139La NMR evidence for phase solitons in the ground state of overdoped manganites

TL;DR

This study provides experimental evidence using 139La NMR that the ground state of overdoped La(1-x)Ca(x)MnO(3) manganites is characterized by inhomogeneous solitonic charge and spin modulations, confirming theoretical predictions.

Contribution

The paper presents the first direct experimental confirmation of orbital and charge solitons in overdoped manganites, advancing understanding of their ground state properties.

Findings

NMR spectra show wipeout in AFM phase at low T

Broad NMR spectrum reappears below 30K indicating incommensurate modulation

Emergence of narrow feature at very low T suggests solitonic ground state

Abstract

Hole doped transition metal oxides are famous due to their extraordinary charge transport properties, such as high temperature superconductivity (cuprates) and colossal magnetoresistance (manganites). Astonishing, the mother system of these compounds is a Mott insulator, whereas important role in the establishment of the metallic or superconducting state is played by the way that holes are self-organized with doping. Experiments have shown that by adding holes the insulating phase breaks into antiferromagnetic (AFM) regions, which are separated by hole rich clumps (stripes) with a rapid change of the phase of the background spins and orbitals. However, recent experiments in overdoped manganites of the La(1-x)Ca(x)MnO(3) (LCMO) family have shown that instead of charge stripes, charge in these systems is organized in a uniform charge density wave (CDW). Besides, recent theoretical works predicted that the ground state is inhomogeneously modulated by orbital and charge solitons, i.e. narrow regions carrying charge (+/-)e/2, where the orbital arrangement varies very rapidly. So far, this has been only a theoretical prediction.

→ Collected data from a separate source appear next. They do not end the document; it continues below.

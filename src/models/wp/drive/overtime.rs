//! Overtime solved backward from the drive model's possessions
//! (`drive::DriveParams::plain`: outcome, next zone and clock of a
//! possession by start zone), under one of the rule sets of
//! `crate::overtime` (`Rules`):
//!
//! - touchdown-or-answer: a touchdown on the first possession wins; a field
//!   goal there gives the other side one possession to answer (outscoring
//!   it wins, matching it goes on as sudden death, anything else loses);
//! - first-score-wins: the first score of any kind wins;
//! - both-possess: the first possession's score, a touchdown too, gets one
//!   answer as above; a scoreless first possession hands over to sudden death.
//!
//! Under every set a defensive score ends it and, once both had the ball
//! (or the first possession came up empty), the next score wins. A period
//! ending with one side ahead ends the game; ending level it is a tie (½)
//! or, when the set has no ties, another period follows from where play
//! stands (solved as a fixed point). The value is P(the team with the ball
//! wins) by phase × 5 s of period left × zone.

use super::{DriveParams, Outcome, NZ, STEP_SECS, ZONE_AT};
use crate::overtime::{Rule, Rules};
use std::sync::Arc;

/// Seconds of the default overtime period.
pub const OT_SPAN_SECS: i32 = crate::overtime::DEFAULT_PERIOD_SECS;
/// Largest deficit an answering possession is counted with (a possession's
/// swing is clamped to 9).
pub const MAX_ANSWER: i32 = 9;
/// A possession that gains this many points or more is a touchdown.
const TOUCHDOWN: i32 = 6;
/// Passes of the no-ties fixed point at most, and the change that ends it.
const FIXED_POINT_PASSES: usize = 200;
const FIXED_POINT_TOL: f64 = 1e-12;

/// The largest deficit an answering possession faces under `rule` (0: no
/// answer phase): a field goal's 3 plus slack under touchdown-or-answer,
/// a touchdown with a two-point try under both-possess.
pub fn max_answer(rule: Rule) -> i32 {
    match rule {
        Rule::TouchdownOrAnswer => 5,
        Rule::FirstScoreWins => 0,
        Rule::BothPossess => MAX_ANSWER,
    }
}

/// Where an overtime stands for the team with the ball.
#[derive(Debug, Clone, Copy, PartialEq, Eq)]
pub enum Phase {
    /// Level, and the other side has not had the ball.
    First,
    /// Trailing by 1..=MAX_ANSWER after the other side's first possession:
    /// this possession answers.
    Answer(i32),
    /// Level after both had the ball (or a scoreless first possession):
    /// the next score wins.
    Sudden,
}

const NPH: usize = 2 + MAX_ANSWER as usize;

fn ph(p: Phase) -> usize {
    match p {
        Phase::First => 0,
        Phase::Sudden => 1,
        Phase::Answer(d) => 1 + d.clamp(1, MAX_ANSWER) as usize,
    }
}

/// The phase's value if the period ends now and that ends the game.
fn at_end(p: Phase) -> f64 {
    match p {
        Phase::Answer(_) => 0.0,
        _ => 0.5,
    }
}

/// What a possession with margin change `swing` leads to: the game
/// decided (1 or 0 for the team that had the ball), or the phase of the
/// next possession's team, and whether that is the same team.
enum Next {
    Decided(f64),
    Goes(Phase, bool),
}

fn next(rule: Rule, p: Phase, o: &Outcome) -> Next {
    let s = o.swing;
    match (rule, p) {
        (Rule::TouchdownOrAnswer, Phase::First) if s >= TOUCHDOWN => Next::Decided(1.0),
        (Rule::TouchdownOrAnswer | Rule::BothPossess, Phase::First) if s > 0 => {
            if o.keep {
                // A score and the ball kept: only a return score against
                // does that; count it as the lead held to the end.
                Next::Decided(1.0)
            } else {
                Next::Goes(Phase::Answer(s.min(max_answer(rule))), false)
            }
        }
        (_, Phase::Answer(d)) if s > d => Next::Decided(1.0),
        (_, Phase::Answer(d)) if s == d => Next::Goes(Phase::Sudden, o.keep),
        (_, Phase::Answer(_)) => Next::Decided(0.0),
        _ if s > 0 => Next::Decided(1.0),
        _ if s < 0 => Next::Decided(0.0),
        // Under first-score-wins a scoreless first possession changes
        // nothing: the next score wins either way.
        _ => Next::Goes(Phase::Sudden, o.keep),
    }
}

/// P(the team with the ball wins) over phase × time × zone, for one rule set.
#[derive(Debug, Clone, PartialEq)]
pub struct OvertimeTable {
    v: Vec<f64>,
    nt: usize,
    pub rules: Rules,
}

fn idx(k: usize, p: usize, z: usize) -> usize {
    (k * NPH + p) * NZ + z
}

const PHASES: [Phase; NPH] = {
    let mut a = [Phase::First; NPH];
    a[1] = Phase::Sudden;
    let mut d = 1;
    while d <= MAX_ANSWER {
        a[1 + d as usize] = Phase::Answer(d);
        d += 1;
    }
    a
};

/// One backward pass with `end[ph * NZ + z]` the value when the period
/// runs out in that phase and zone.
fn pass(params: &DriveParams, rule: Rule, nt: usize, end: &[f64]) -> Vec<f64> {
    let e = |p: Phase, z: usize| end[ph(p) * NZ + z];
    let mut v = vec![0.0; nt * NPH * NZ];
    for p in PHASES {
        for z in 0..NZ {
            v[idx(0, ph(p), z)] = e(p, z);
        }
    }
    for k in 1..nt {
        for p in PHASES {
            for z in 0..NZ {
                let mut val = 0.0;
                for o in params.plain(z) {
                    let steps = o.steps as usize;
                    let oz = o.zone as usize;
                    val += o.share
                        * match next(rule, p, o) {
                            // The clock runs out first: the possession
                            // gets the share of its outcome its time allows.
                            Next::Decided(r) if steps > k => {
                                let f = k as f64 / steps as f64;
                                f * r + (1.0 - f) * e(p, z)
                            }
                            Next::Goes(q, keep) if steps > k => {
                                let f = k as f64 / steps as f64;
                                let later = if keep { e(q, oz) } else { 1.0 - e(q, oz) };
                                f * later + (1.0 - f) * e(p, z)
                            }
                            Next::Decided(r) => r,
                            Next::Goes(q, keep) => {
                                let w = v[idx(k - steps, ph(q), oz)];
                                if keep { w } else { 1.0 - w }
                            }
                        };
                }
                v[idx(k, ph(p), z)] = val.clamp(0.0, 1.0);
            }
        }
    }
    v
}

impl OvertimeTable {
    /// The default rule set (`Rules::default`).
    pub fn solve(params: &DriveParams) -> OvertimeTable {
        OvertimeTable::solve_rules(params, &Rules::default())
    }

    pub fn solve_rules(params: &DriveParams, rules: &Rules) -> OvertimeTable {
        let nt = (rules.period_secs.max(STEP_SECS) / STEP_SECS) as usize + 1;
        let mut end = vec![0.0; NPH * NZ];
        for p in PHASES {
            for z in 0..NZ {
                end[ph(p) * NZ + z] = at_end(p);
            }
        }
        let mut v = pass(params, rules.rule, nt, &end);
        if !rules.ties {
            // Level at the end of a period: the next period goes on from
            // there, so the end value is the full period's value.
            for _ in 0..FIXED_POINT_PASSES {
                let mut change: f64 = 0.0;
                for p in [Phase::First, Phase::Sudden] {
                    for z in 0..NZ {
                        let full = v[idx(nt - 1, ph(p), z)];
                        change = change.max((end[ph(p) * NZ + z] - full).abs());
                        end[ph(p) * NZ + z] = full;
                    }
                }
                if change < FIXED_POINT_TOL {
                    break;
                }
                v = pass(params, rules.rule, nt, &end);
            }
        }
        OvertimeTable { v, nt, rules: *rules }
    }

    fn get(&self, k: usize, p: Phase, z: usize) -> f64 {
        self.v[idx(k, ph(p), z)]
    }

    /// P(the team with the ball at `ball_on` wins) in `phase` with `secs`
    /// left in the period, interpolated linearly in time and field.
    pub fn value(&self, phase: Phase, secs: f64, ball_on: f64) -> f64 {
        let nt = self.nt;
        let t = (secs / STEP_SECS as f64).clamp(0.0, (nt - 1) as f64);
        let (k0, ft) = (t.floor() as usize, t.fract());
        let k1 = (k0 + 1).min(nt - 1);
        let b = ball_on.clamp(ZONE_AT[0], ZONE_AT[NZ - 1]);
        let z0 = ZONE_AT.iter().rposition(|&c| b >= c).unwrap_or(0).min(NZ - 2);
        let fz = ((b - ZONE_AT[z0]) / (ZONE_AT[z0 + 1] - ZONE_AT[z0])).clamp(0.0, 1.0);
        let mut p = 0.0;
        for (k, wk) in [(k0, 1.0 - ft), (k1, ft)] {
            for (z, wz) in [(z0, 1.0 - fz), (z0 + 1, fz)] {
                p += wk * wz * self.get(k, phase, z);
            }
        }
        p
    }

    /// P(the team with the ball at `ball_on` wins) in `phase` with `secs`
    /// left in the period when its possession ends by one of `list`'s
    /// outcomes (the rest of a drive from a snap: `super::snap`), each
    /// played on as the backward pass does.
    pub fn after(&self, phase: Phase, secs: f64, ball_on: f64, list: &[Outcome]) -> f64 {
        // The table's first step holds the value when the period ends.
        let ends = |p: Phase, b: f64| self.value(p, 0.0, b);
        let mut v = 0.0;
        for o in list {
            let took = f64::from(o.steps) * f64::from(STEP_SECS);
            let at = ZONE_AT[o.zone as usize];
            v += o.share
                * match next(self.rules.rule, phase, o) {
                    Next::Decided(r) if took > secs => {
                        let f = secs / took;
                        f * r + (1.0 - f) * ends(phase, ball_on)
                    }
                    Next::Goes(q, keep) if took > secs => {
                        let f = secs / took;
                        let later = if keep { ends(q, at) } else { 1.0 - ends(q, at) };
                        f * later + (1.0 - f) * ends(phase, ball_on)
                    }
                    Next::Decided(r) => r,
                    Next::Goes(q, keep) => {
                        let w = self.value(q, secs - took, at);
                        if keep {
                            w
                        } else {
                            1.0 - w
                        }
                    }
                };
        }
        v.clamp(0.0, 1.0)
    }
}

/// Overtime tables solved for rule sets other than the default, kept
/// beside the drive model (a handful at most: one per set a config names).
#[derive(Debug, Default)]
pub struct RuleTables(std::sync::Mutex<Vec<Arc<OvertimeTable>>>);

impl Clone for RuleTables {
    fn clone(&self) -> RuleTables {
        RuleTables(std::sync::Mutex::new(self.0.lock().map(|v| v.clone()).unwrap_or_default()))
    }
}

impl super::DriveModel {
    /// The overtime table of `rules` from the same possessions (the default
    /// set is `overtime()`; another is solved on first use and kept).
    pub fn overtime_for(&self, rules: &Rules) -> Arc<OvertimeTable> {
        if *rules == Rules::default() {
            return self.ot.get_or_init(|| Arc::new(OvertimeTable::solve(&self.params))).clone();
        }
        let mut kept = match self.ot_rules.0.lock() {
            Ok(g) => g,
            Err(poisoned) => poisoned.into_inner(),
        };
        if let Some(t) = kept.iter().find(|t| t.rules == *rules) {
            return t.clone();
        }
        let t = Arc::new(OvertimeTable::solve_rules(&self.params, rules));
        kept.push(t.clone());
        t
    }
}

#[cfg(test)]
mod tests;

Here, by using 139La Nuclear Magnetic Resonance (NMR) we provide direct evidence that the ground state of overdoped LCMO is indeed solitonic. By lowering temperature the narrow NMR spectra observed in the AFM phase are shown to wipe out, while for T<30K a very broad spectrum reappears, characteristic of an incommensurate (IC) charge and spin modulation. Remarkably, by further decreasing temperature, a relatively narrow feature emerges from the broad IC NMR signal, manifesting the formation of a solitonic modulation as T->0.